Baked cod with lemon and capers
Updated: 2019-10-25
Cod is naturally very low in fat. Baking it in foil helps keep it moist, while lemon and capers add a punch of flavor.
Serves 4
- 4 cod fillets, each 6 ounces
- 1 lemon
- 1 teaspoon low-sodium chicken-flavored bouillon granules
- 1 cup hot tap water
- 1 tablespoon butter, softened
- 1 tablespoon all-purpose flour
- 4 teaspoons capers, rinsed and drained
Heat the oven to 350 F. Spray 4 squares of foil with cooking spray.

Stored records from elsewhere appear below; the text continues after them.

import { readFileSync } from 'node:fs';
import { parentOf } from './liveProcess.mjs';

const signals = ['SIGINT', 'SIGTERM', 'SIGHUP'];
const watchEveryMs = 1_000;

function commandName(pid) {
  try {
    return readFileSync(`/proc/${pid}/comm`, 'utf8').trim();
  } catch {
    return '';
  }
}

/** npm and the shell it may put between itself and us, as child → parent pairs that break when npm is killed. */
function chainToNpm() {
  const chain = [[process.pid, process.ppid]];
  if (/^(sh|dash|bash)$/.test(commandName(process.ppid))) chain.push([process.ppid, parentOf(process.ppid)]);
  return chain;
}

/**
 * Resolves when this command shall end: by a signal, or because the npm that started it was killed.
 * A second signal calls `onSecondSignal`, for those who do not want to wait.
 */
export function untilStopped({ onSecondSignal }) {
  return new Promise((resolve) => {
    let isStopping = false;
    const stop = (reason) => {
      if (isStopping && signals.includes(reason)) onSecondSignal();
      isStopping = true;
      resolve(reason);
    };
    for (const signal of signals) process.on(signal, stop);
    if (process.env.npm_lifecycle_event === undefined) return;
    const chain = chainToNpm();
    const timer = setInterval(() => {
      if (chain.every(([child, parent]) => parentOf(child) === parent)) return;
      clearInterval(timer);
      stop('npm has ended');
    }, watchEveryMs);
    timer.unref();
  });
}
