import { readFileSync } from 'node:fs';
import { describe, expect, it } from 'vitest';
import { adjustedRandIndex } from '../../shared/analysis/agreement.ts';
import { gridOfOutline, type Cells, type Grid } from '../../shared/analysis/grid.ts';
import { smallPatches } from '../../shared/analysis/sieve.ts';
import { findPatches } from '../../shared/analysis/sievePatches.ts';
import { patchesPerZone } from '../../shared/analysis/zoningClean.ts';
import { seededRandom } from '../../shared/analysis/random.ts';
import { standardise } from '../../shared/analysis/standardise.ts';
import { leaveOneOutRSquared } from '../../shared/analysis/verdictReadings.ts';
import { makeZoning } from '../../shared/analysis/zoning.ts';
import { featureTable, fitZones } from '../../shared/analysis/zoningFit.ts';
import type { ZoningInput, ZoningLayer, ZoningStage } from '../../shared/analysis/zoningTypes.ts';
import { labelVines, rowRuns } from '../../shared/analysis/snapToRows.ts';
import { polygonsArea } from '../../shared/geo/rings.ts';
import { buildRows } from '../../shared/geo/rows.ts';
import { polygonsFromUtm } from '../../shared/geo/utm.ts';
import { vineTable } from '../../shared/geo/vines.ts';
import { noiseBlock, zonedBlock } from '../bench/simulatedBlock.ts';

const block = zonedBlock({ areaHa: 2, cellSizeM: 4, random: seededRandom(12), k: 3, difficulty: 0.3, edgeM: 6 });
const { grid } = block;
const layer = (id: string, cells: Cells, rest: Partial<ZoningLayer> = {}): ZoningLayer => ({ id, type: id, role: 'evidence', kind: 'number', cells, weight: null, ...rest });
const vigour = layer('vigour', block.vigour);
const conductivity = layer('conductivity', block.conductivity);
const input: ZoningInput = { grid, layers: [vigour, conductivity], options: { seed: 7, smallestPatchHa: 0.03, drawAll: true } };
const result = makeZoning(input);
const insideTruth = [...block.truth].filter((_, cell) => grid.inside[cell] === 1);
const insideOf = (labels: Uint8Array) => [...labels].filter((_, cell) => grid.inside[cell] === 1);

describe('a zoning', () => {
  it('finds the three zones that are there', () => {
    expect(result).toMatchObject({ advisedK: 3, chosenK: 3, verdict: { verdict: 'several' } });
    expect(adjustedRandIndex(insideTruth, insideOf(result.candidates[2]!.labels))).toBeGreaterThan(0.8);
  });

  it('keeps a candidate and its evidence for every number from 1 to 6, with one zone as the first', () => {
    expect(result.candidates.map(({ k }) => k)).toEqual([1, 2, 3, 4, 5, 6]);
    expect(result.evidence.map(({ k }) => k)).toEqual([1, 2, 3, 4, 5, 6]);
    expect(result.evidence[0]).toMatchObject({ varianceExplained: expect.closeTo(0, 9), silhouette: null, gap: null, patches: 1 });
    const explained = result.evidence.map(({ varianceExplained }) => varianceExplained);
    expect(explained).toEqual([...explained].sort((a, b) => a - b));
    expect(new Set(insideOf(result.candidates[0]!.labels))).toEqual(new Set([1]));
  });

  it('gives every cell inside exactly one zone and no cell outside any', () => {
    for (const { labels, zones } of result.candidates) {
      labels.forEach((label, cell) => expect(label > 0).toBe(grid.inside[cell] === 1));
      expect(Math.max(...labels)).toBe(zones.length);
    }
  });

  it('has areas that add up to the block for every number of zones', () => {
    for (const { zones } of result.candidates) {
      expect(zones.reduce((sum, zone) => sum + zone.areaM2, 0) / polygonsArea(grid.outlineXY)).toBeCloseTo(1, 3);
    }
  });

  it('numbers zones by the mean of the first layer', () => {
    for (const { zones } of result.candidates) {
      const means = zones.map((zone) => zone.layers[0]!.mean!);
      expect(means).toEqual([...means].sort((a, b) => a - b));
    }
  });

  it('leaves no patch below the smallest', () => {
    const cellsNeeded = Math.ceil(300 / 16);
    for (const { labels } of result.candidates) expect(smallPatches(labels, grid.cols, { minCells: cellsNeeded })).toEqual([]);
  });

  it('gives the same bytes for the same input', () => {
    expect(JSON.stringify(makeZoning(input))).toBe(JSON.stringify(result));
  });

  it('gives the same three zones whether three are advised or asked for', () => {
    const fixed = makeZoning({ ...input, options: { ...input.options, zones: 3 } });
    expect(fixed.candidates[2]!.labels).toEqual(result.candidates[2]!.labels);
    const five = makeZoning({ ...input, options: { ...input.options, zones: 5 } });
    expect(five).toMatchObject({ chosenK: 5, advisedK: 3, warnings: [{ code: 'number-fixed' }] });
  });

  it('gives the same zones, numbers aside, whatever the unit and order of the layers', () => {
    const scaled = layer('vigour', block.vigour.map((value) => 1000 - 250 * value));
    const turned = makeZoning({ ...input, layers: [conductivity, scaled] });
    expect(adjustedRandIndex(insideOf(turned.candidates[2]!.labels), insideOf(result.candidates[2]!.labels))).toBeGreaterThan(0.98);
  });

  it('never changes what it is given', () => {
    const before = [block.vigour.slice(), block.conductivity.slice(), grid.inside.slice()];
    makeZoning(input);
    expect([block.vigour, block.conductivity, grid.inside]).toEqual(before);
  });

  it('says per layer how far the zones are apart in the layer’s own unit', () => {
    const [difference] = result.candidates[2]!.differences;
    const means = result.candidates[2]!.zones.map((zone) => zone.layers[0]!.mean!);
    expect(difference).toMatchObject({ layerId: 'vigour', lowest: means[0], highest: means[2] });
    expect(difference!.withinSd).toBeLessThan(difference!.highest - difference!.lowest);
  });

  it('doubts cells near another zone more than cells amid their own', () => {
    const { doubt, zones } = result.candidates[2]!;
    expect(doubt.filter((value, cell) => grid.inside[cell] === 1 && !(value >= 0 && value <= 1))).toHaveLength(0);
    for (const zone of zones) expect(zone.doubtfulShare).toBeGreaterThan(0);
    for (const zone of zones) expect(zone.doubtfulShare).toBeLessThan(0.5);
    expect(result.candidates[0]!.zones[0]!.doubtfulShare).toBe(0);
  });

  it('tells its stages in order, ending with everything done', () => {
    const stages: [ZoningStage, number][] = [];
    makeZoning(input, (stage, share) => stages.push([stage, share]));
    expect(stages.map(([stage]) => stage)).toEqual(['prepare', 'layer advice', 'evidence', 'clusters', 'quality', 'clean-up', 'polygons', 'statistics', 'fruit']);
    expect(stages.at(-1)![1]).toBe(1);
  });

  it('draws the chosen number only, unless asked for all', () => {
    const drawn = makeZoning({ ...input, options: { ...input.options, drawAll: false } }).candidates.map(({ zones }) => zones[0]!.polygonsLonLat !== null);
    expect(drawn).toEqual([false, false, true, false, false, false]);
  });
});
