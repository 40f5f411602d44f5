// A process number alone is not an identity: numbers are handed out again, soon after a restart of a container above
// all. Number and start time together are one. Both are read from Linux's /proc (proc(5), /proc/pid/stat).
import { readFileSync } from 'node:fs';

/** Fields of /proc/<pid>/stat from field 3 on (the name in field 2 may hold spaces), or null when there is no such process. */
function statFields(pid) {
  try {
    const text = readFileSync(`/proc/${pid}/stat`, 'utf8');
    return text.slice(text.lastIndexOf(')') + 2).split(' ');
  } catch {
    return null;
  }
}

/** Identity of a process as plain data, or null when it is gone (or dead and not yet collected). */
export function identify(pid) {
  const fields = statFields(pid);
  return fields === null || fields[0] === 'Z' ? null : { pid, startTicks: fields[19] };
}

/** True while the very process that `identify` described is running. */
export function isAlive(identity) {
  return identity !== null && identify(identity.pid)?.startTicks === identity.startTicks;
}

/** Number of the parent of a process, or null. */
export function parentOf(pid) {
  const fields = statFields(pid);
  return fields === null ? null : Number(fields[1]);
}
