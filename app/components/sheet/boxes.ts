import type { Station } from "~/engineering/trade/fit-kinds";

/** A position of the fit on the sheet. */
export interface SheetPosition {
  id: string;
  number: number;
}

/** One box of the sheet: a station at a position. Its key is its name in the form that works without script. */
export interface SheetBox {
  key: string;
  position: SheetPosition;
  station: Station;
}

/** The order in which Enter walks the sheet: along one part, or one station through all parts. */
export type Travel = "position" | "station";

/** The name of a box: unique on the sheet, and what the server reads it back from. */
export function boxKey(positionId: string, station: Station): string {
  return `${positionId}.${station.feature}.${station.plane}.${station.axis}`;
}

const keyForm =
  /^([0-9a-f]{32})\.(bore|journal)\.(front|middle|rear)\.(vertical|plus45|minus45|horizontal|a|b)$/;

/** Reads a box's name; undefined where it is none. */
export function readBoxKey(key: string): { positionId: string; station: Station } | undefined {
  const [, positionId, feature, plane, axis] = keyForm.exec(key) ?? [];
  if (!positionId) return undefined;
  return { positionId, station: { feature, plane, axis } as Station };
}

/** The rows of the sheet, a position each, its boxes in the order of the stations. */
export function sheetRows(positions: readonly SheetPosition[], stations: readonly Station[]): SheetBox[][] {
  return positions.map((position) =>
    stations.map((station) => ({ key: boxKey(position.id, station), position, station })),
  );
}

/** All boxes in the order that Enter walks them. */
export function travelOrder(rows: readonly (readonly SheetBox[])[], travel: Travel): SheetBox[] {
  if (travel === "position") return rows.flat();
  const columns = rows[0]?.length ?? 0;
  return Array.from({ length: columns }, (_, column) => rows.map((row) => row[column]!)).flat();
}

/** Where a key of the keyboard leads from a box, in the grid pattern: edges do not wrap. */
export function neighbour(
  rows: readonly (readonly SheetBox[])[],
  from: { row: number; column: number },
  key: string,
  control: boolean,
): SheetBox | undefined {
  const lastRow = rows.length - 1;
  const lastColumn = (rows[0]?.length ?? 1) - 1;
  const { row, column } = from;
  const to = {
    ArrowUp: { row: row - 1, column },
    ArrowDown: { row: row + 1, column },
    ArrowLeft: { row, column: column - 1 },
    ArrowRight: { row, column: column + 1 },
    Home: control ? { row: 0, column: 0 } : { row, column: 0 },
    End: control ? { row: lastRow, column: lastColumn } : { row, column: lastColumn },
    PageUp: { row: 0, column },
    PageDown: { row: lastRow, column },
  }[key];
  return to && rows[to.row]?.[to.column];
}
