import fc from "fast-check";
import { expect, test } from "vitest";
import { filmCurves } from "./film-table";
import { films, lengthToDiameters, opennesses } from "./film-table.generated";
import { solveReynolds } from "./reynolds";
import { tableFilm, tableLengths, tableOpennesses } from "./table-film";

test("the committed table is what the solver makes today", () => {
  expect(lengthToDiameters).toEqual(tableLengths);
  expect(opennesses).toEqual(tableOpennesses);
  for (let node = 0; node < tableLengths.length * tableOpennesses.length; node += 7) {
    const length = node % tableLengths.length;
    const openness = Math.floor(node / tableLengths.length);
    const made = tableFilm(tableLengths[length]!, tableOpennesses[openness]!);
    made.forEach((value, quantity) => {
      // One in the last place for another machine's arithmetic.
      expect(Math.abs(value - films[length]![quantity]![openness]!)).toBeLessThanOrEqual(1);
    });
  }
});

const lengths = fc.double({ min: 0.15, max: 1.5, noNaN: true });

test("between its films the table keeps to the solver within 0.3 %", () => {
  fc.assert(
    fc.property(lengths, fc.double({ min: 0.1, max: 0.995, noNaN: true }), (lengthToDiameter, openness) => {
      const eccentricityRatio = 1 - openness ** 2;
      const solved = solveReynolds({ eccentricityRatio, lengthToDiameter });
      const read = filmCurves(lengthToDiameter).at(eccentricityRatio);
      for (const quantity of [
        "sommerfeld",
        "attitude",
        "friction",
        "inflow",
        "sideFlow",
        "peakPressure",
      ] as const) {
        expect(Math.abs(read[quantity] / solved[quantity] - 1), quantity).toBeLessThan(0.003);
      }
    }),
    { numRuns: 60 },
  );
});

test("a film found by its load is the film that carries it", () => {
  fc.assert(
    fc.property(lengths, fc.double({ min: -9, max: -0.0044, noNaN: true }), (lengthToDiameter, exponent) => {
      const eccentricityRatio = 10 ** exponent;
      const curves = filmCurves(lengthToDiameter);
      const { sommerfeld } = curves.at(eccentricityRatio);
      expect(Math.abs(curves.under(sommerfeld).eccentricityRatio / eccentricityRatio - 1)).toBeLessThan(1e-9);
    }),
  );
});

test("a heavier load always has the journal further out", () => {
  for (const lengthToDiameter of [0.15, 0.17, 0.33, 0.5, 0.97, 1.2, 1.5]) {
    const { at } = filmCurves(lengthToDiameter);
    const sommerfelds = Array.from({ length: 990 }, (_, index) => at((index + 1) / 1000).sommerfeld);
    for (let index = 1; index < sommerfelds.length; index++) {
      expect(sommerfelds[index]!).toBeLessThan(sommerfelds[index - 1]!);
    }
  }
});

test("the lightest load leaves the journal centred with Petroff's friction, 2π²S", () => {
  const film = filmCurves(0.8).under(1e6);
  expect(film.eccentricityRatio).toBeLessThan(1e-6);
  expect(film.friction / (2 * Math.PI ** 2 * 1e6)).toBeCloseTo(1, 6);
  expect(film.inflow).toBeCloseTo(Math.PI, 4);
});

test("beyond an eccentricity ratio of 0.99 the film at 0.99 is given, flagged", () => {
  const { at, under } = filmCurves(0.4);
  const edge = at(0.99);
  expect(under(edge.sommerfeld * 1.001).outsideRange).toBe(false);
  expect(under(edge.sommerfeld * 0.999)).toMatchObject({ outsideRange: true, eccentricityRatio: 0.99 });
});

test("a length of exactly 0.15 or 1.5 diameters is in the table, however it was divided", () => {
  expect(filmCurves((0.05 * 1.5) / 0.05).at(0.5).sommerfeld).toBeGreaterThan(0);
  expect(filmCurves(0.0081 / 0.054).at(0.5).sommerfeld).toBeGreaterThan(0);
  for (const length of [0.1499, 1.501, Number.NaN, 1e308, -1]) {
    expect(() => filmCurves(length)).toThrow(expect.objectContaining({ field: "length" }));
  }
});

Place 1 cod fillet on each foil square. Cut lemon in half. Squeeze the juice from one half over the fish. Cut the other half into slices, place over the fish and seal the foil.
Bake in the oven until the fish is opaque throughout when tested with the tip of a knife, about 20 minutes.
In a small bowl, add the chicken bouillon granules and the hot tap water. Stir until the granules dissolve. Set aside.
In another small bowl, mix the butter and flour together. Transfer to a heavy saucepan. Stir over moderate heat until the butter-flour mixture melts. Add the bouillon to the butter mixture and continue to stir until thickened. Add the capers and remove from the heat. Pour over the fish and serve.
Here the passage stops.